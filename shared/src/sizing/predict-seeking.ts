import { recoveredSlope, slowRate, washoutAtDither, type AveragedLoop } from './averaged-loop.js';

export interface PredictionInput {
  loop: AveragedLoop;
  amplitude: number;
  gain: number;
  /** Standard deviation of the objective from scan to scan, objective unit. */
  noise: number;
  curvature: number;
  driftPerS: number;
}

/** What a sized law will do. */
export interface SeekingPrediction {
  /** Time until a tenth of the first distance is left, the settling of the filters included, s. */
  convergenceS: number;
  /** Mean loss by the dither, f''a²/4, objective unit. */
  rippleLoss: number;
  /** Mean loss by the scatter that noise gives the estimate, objective unit. */
  noiseLoss: number;
  /** How far the estimate trails a best point that drifts, actuator unit, and what that costs. */
  driftLag: number;
  driftLoss: number;
  /** Standard deviation of the low-passed slope by noise, objective unit / actuator unit. */
  gradientNoise: number;
  /** Standard deviation of the estimate by noise, actuator unit. */
  estimateNoise: number;
}

/** The distance that counts as converged, of that at the start. */
export const convergedShare = 0.1;

/**
 * Predicts the gradient law on a quadratic.
 *
 * - Convergence: one dither period in which the filters settle, then the averaged loop of second order. Its low-pass
 *   holds the share 1 − e^{−ωl·T} of the slope by then; the slow root takes the lags into account.
 * - Noise: white noise σ becomes a slope of density 2σ²·dt·|H|²/a², which the low-pass cuts to a variance of
 *   σ²·dt·|H|²·ωl/a², and the loop turns into a variance of k·σ²·dt·|H|²/(a²·f''·ρ) of the estimate.
 * - Drift: a ramp v is followed v/κ behind.
 *
 * @source averaging: M. Krstić and H.-H. Wang (2000), Automatica 36:595–601 (from memory); variances: integrals of
 * first- and second-order filters of white noise
 */
export function predictSeeking(input: PredictionInput): SeekingPrediction {
  const { loop, amplitude, gain, noise, curvature, driftPerS } = input;
  const { lowPassRadPerS, scanS } = loop;
  const share = recoveredSlope(loop);
  const rate = gain * curvature * share;
  const passed = (noise * washoutAtDither(loop)) ** 2 * scanS;
  const variance = (gain * passed) / (amplitude ** 2 * curvature * share);
  const driftLag = driftPerS / rate;
  return {
    convergenceS: convergenceTime(loop, rate),
    rippleLoss: (curvature * amplitude ** 2) / 4,
    noiseLoss: (curvature * variance) / 2,
    driftLag,
    driftLoss: (curvature * driftLag ** 2) / 2,
    gradientNoise: Math.sqrt(passed * lowPassRadPerS) / amplitude,
    estimateNoise: Math.sqrt(variance),
  };
}

/**
 * Time until a tenth of the distance is left: the filters settle for a period, then the averaged loop of second
 * order, whose low-pass holds a share of the slope by then.
 *
 * @param rate with which the error would decay without low-pass, 1/s
 */
export function convergenceTime(loop: AveragedLoop, rate: number): number {
  const settleS = (2 * Math.PI) / loop.omegaRadPerS;
  const slow = slowRate(loop);
  const fast = loop.lowPassRadPerS - slow;
  const charged = 1 - Math.exp(-loop.lowPassRadPerS * settleS);
  const weight = (fast - rate * charged) / (fast - slow);
  return settleS + Math.log(weight / convergedShare) / slow;
}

# Try it
Filter the entries above and copy only the lines that hold "Math".

# Worked solution
    gradientNoise: Math.sqrt(passed * lowPassRadPerS) / amplitude,
    estimateNoise: Math.sqrt(variance),
  const settleS = (2 * Math.PI) / loop.omegaRadPerS;
  const charged = 1 - Math.exp(-loop.lowPassRadPerS * settleS);
  return settleS + Math.log(weight / convergedShare) / slow;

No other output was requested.